Now i want to make a dynamical link with Yii models so that i can easily get from a Table row to the corresponding Linked1 or Linked2 row:
Table.linkedID = [LinkedIndex.TableName].ID
Example
Table values:
LinkedIndex values:
Now I should get the row from Linked2 where ID=2:
$model = Table::model()->findByPk(0);
$row = $model->linked;
Model
In the model Table, I tried to make the relation to the table with the name of the value of linkedIndex.TableName:
public function relations()
{
return array(
'linkedIndex' => array(self::HAS_ONE, 'LinkedIndex', array('ID' => 'linkedIndex')),
'linked' => array(
self::HAS_ONE,
'linkedIndex.TableName',
array('ID' => 'linkedID'),
)
)
}
But then I get the error:
include(linkedIndex.TableName.php) [function.include]: failed to open stream: No such file or directory
Is there any way to make a dynamic relation Table.linkedID -> [LinkedIndex.TableName].ID with Yii Models?
Per the Yii docs here:
http://www.yiiframework.com/doc/api/1.1/CActiveRecord#relations-detail
I'd suggest using self::HAS_ONE instead (unless there can be multiple rows in LinkedIndex with the same ID - although from the looks of above, I doubt that's the case).

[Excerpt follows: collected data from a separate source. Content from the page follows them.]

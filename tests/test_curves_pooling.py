"""Two-stage pooling of dose-response coefficients (doseattr.core.curves.pooling).

Inputs are seeded simulations; every expected value comes from statsmodels,
scipy, a closed form written out here (stacked GLS, the restricted
likelihood of the stacked model), or a simulation with known truth.
"""

import numpy as np
import pytest
from scipy.linalg import block_diag
from scipy.optimize import approx_fprime, minimize, minimize_scalar
from scipy.stats import chi2, kstest, norm
from statsmodels.stats.meta_analysis import combine_effects

from doseattr.core.curves.pooling import (
    Pooled,
    dl_moment_matrix,
    nonlinearity_test,
    pool,
)
from doseattr.core.curves.pooling_reml import restricted_gradient, restricted_log_likelihood
from doseattr.errors import ModelError


def _univariate(seed, k=10, tau2=0.03):
    rng = np.random.default_rng(seed)
    v = rng.uniform(0.005, 0.05, k)
    return 0.3 + rng.normal(0.0, np.sqrt(v + tau2)), v


def _random_cov(rng, p, size):
    a = rng.normal(size=(p, p)) * size
    return a @ a.T + size ** 2 * np.eye(p)


def _multivariate(seed, k, t, mu, size=0.15, diagonal=False):
    rng = np.random.default_rng(seed)
    p = len(mu)
    s = []
    for _ in range(k):
        si = _random_cov(rng, p, size)
        s.append(np.diag(np.diag(si)) if diagonal else si)
    b = [rng.multivariate_normal(mu, si + t) for si in s]
    return b, s


def _stacked(b, s, t):
    """Stacked model y = X mu + e, X = k identity blocks, V = blockdiag(S_i + T)."""
    k, p = len(b), len(b[0])
    y = np.concatenate(b)
    x = np.tile(np.eye(p), (k, 1))
    v = block_diag(*[si + t for si in s])
    return y, x, v


def _stacked_gls(b, s, t):
    """Closed form: (X'V^-1X)^-1 X'V^-1 y and (X'V^-1X)^-1."""
    y, x, v = _stacked(b, s, t)
    vix = np.linalg.solve(v, x)
    cov = np.linalg.inv(x.T @ vix)
    return cov @ (vix.T @ y), cov


def _stacked_reml_loglik(b, s, t):
    """Restricted log-likelihood of the stacked normal linear model (closed form):
    -1/2 [log|V| + log|X'V^-1X| + r'V^-1 r] - (N - p)/2 log(2 pi)."""
    y, x, v = _stacked(b, s, t)
    mu, cov = _stacked_gls(b, s, t)
    r = y - x @ mu
    n, p = x.shape
    return -0.5 * (np.linalg.slogdet(v)[1] - np.linalg.slogdet(cov)[1]
                   + r @ np.linalg.solve(v, r)) - 0.5 * (n - p) * np.log(2 * np.pi)


def _univariate_reml_negloglik(tau2, b, v):
    """-l_R(tau2) for one coefficient, written out (Viechtbauer 2005, from memory)."""
    w = 1.0 / (v + tau2)
    mu = np.sum(w * b) / np.sum(w)
    return 0.5 * (np.sum(np.log(v + tau2)) + np.log(np.sum(w)) + np.sum(w * (b - mu) ** 2))


# --- one coefficient ---------------------------------------------------------


def test_dl_matches_statsmodels_combine_effects():
    b, v = _univariate(1, k=12, tau2=0.05)
    ref = combine_effects(b, v, method_re="dl")
    assert ref.tau2 > 0  # an interior estimate, where statsmodels does not truncate
    got = pool(b, v, tau_method="dl")
    # Source: statsmodels.stats.meta_analysis.combine_effects(method_re="dl").
    np.testing.assert_allclose(got.coefficients[0], ref.mean_effect_re, rtol=1e-12)
    np.testing.assert_allclose(np.sqrt(got.covariance[0, 0]), ref.sd_eff_w_re, rtol=1e-12)
    np.testing.assert_allclose(got.tau2, ref.tau2, rtol=1e-12)
    np.testing.assert_allclose(got.q, ref.q, rtol=1e-12)
    np.testing.assert_allclose(got.i2, ref.i2, rtol=1e-12)
    np.testing.assert_allclose(got.weights, ref.weights_rel_re, rtol=1e-12)
    np.testing.assert_allclose(got.p_value, ref.test_homogeneity().pvalue, rtol=1e-10)
    assert got.df == ref.df_resid
    np.testing.assert_allclose(got.predictive_covariance()[0, 0],
                               ref.sd_eff_w_re ** 2 + ref.tau2, rtol=1e-12)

You can link tables together that have different keys by following the schema:
foreign_key => primary_key
In case you need to specify custom PK->FK association you can define it as array('fk'=>'pk'). For composite keys it will be array('fk_c1'=>'pk_с1','fk_c2'=>'pk_c2').
so in your case:
public function relations(){
return array(
'linkedIndex' => array(self::HAS_ONE, 'LinkedIndex', array('ID' => 'linkedIndex')),
);
}
where LinkedIndex is the class name for the LinkedIndex model (relative to your Table model - i.e. same folder. You could change that, of course) and array('ID' => 'linkedIndex') specifies the relationship as LinkedIndex.ID = Table.linkedIndex.
Edit
Looking at your updated example, I think you're misunderstanding how the relations function works. You're getting the error
include(linkedIndex.TableName.php) [function.include]: failed to open stream: No such file or directory
because you're trying to create another relation here:
'linked' => array(
self::BELONGS_TO,
'linkedIndex.TableName',
array('ID' => 'linkedID'),
)
This part: linkedIndex.TableName refers to a new model class linkedIndex.TableName, so Yii attempts to load that class' file linkedIndex.TableName.php and throws an error since it doesn't exist.
I think what you're looking for is to be able to access the value TableName within the table LinkedIndex, correct? If so, that's accessible from within the Table model via:
$this->linkedIndex->TableName
This is made possible by the relation we set up above. $this refers to the Table model, linkedIndex refers to the LinkedIndex relation we made above, and TableName is an attribute of that LinkedIndex model.
Edit 2
Per your comments, it looks like you're trying to make a more complex relationship. I'll be honest that this isn't really the way you should be using linking tables (ideally you should have a linking table between two tables, not a linking table that says which 3rd table to link to) but I'll try and answer your question as best as possible within Yii.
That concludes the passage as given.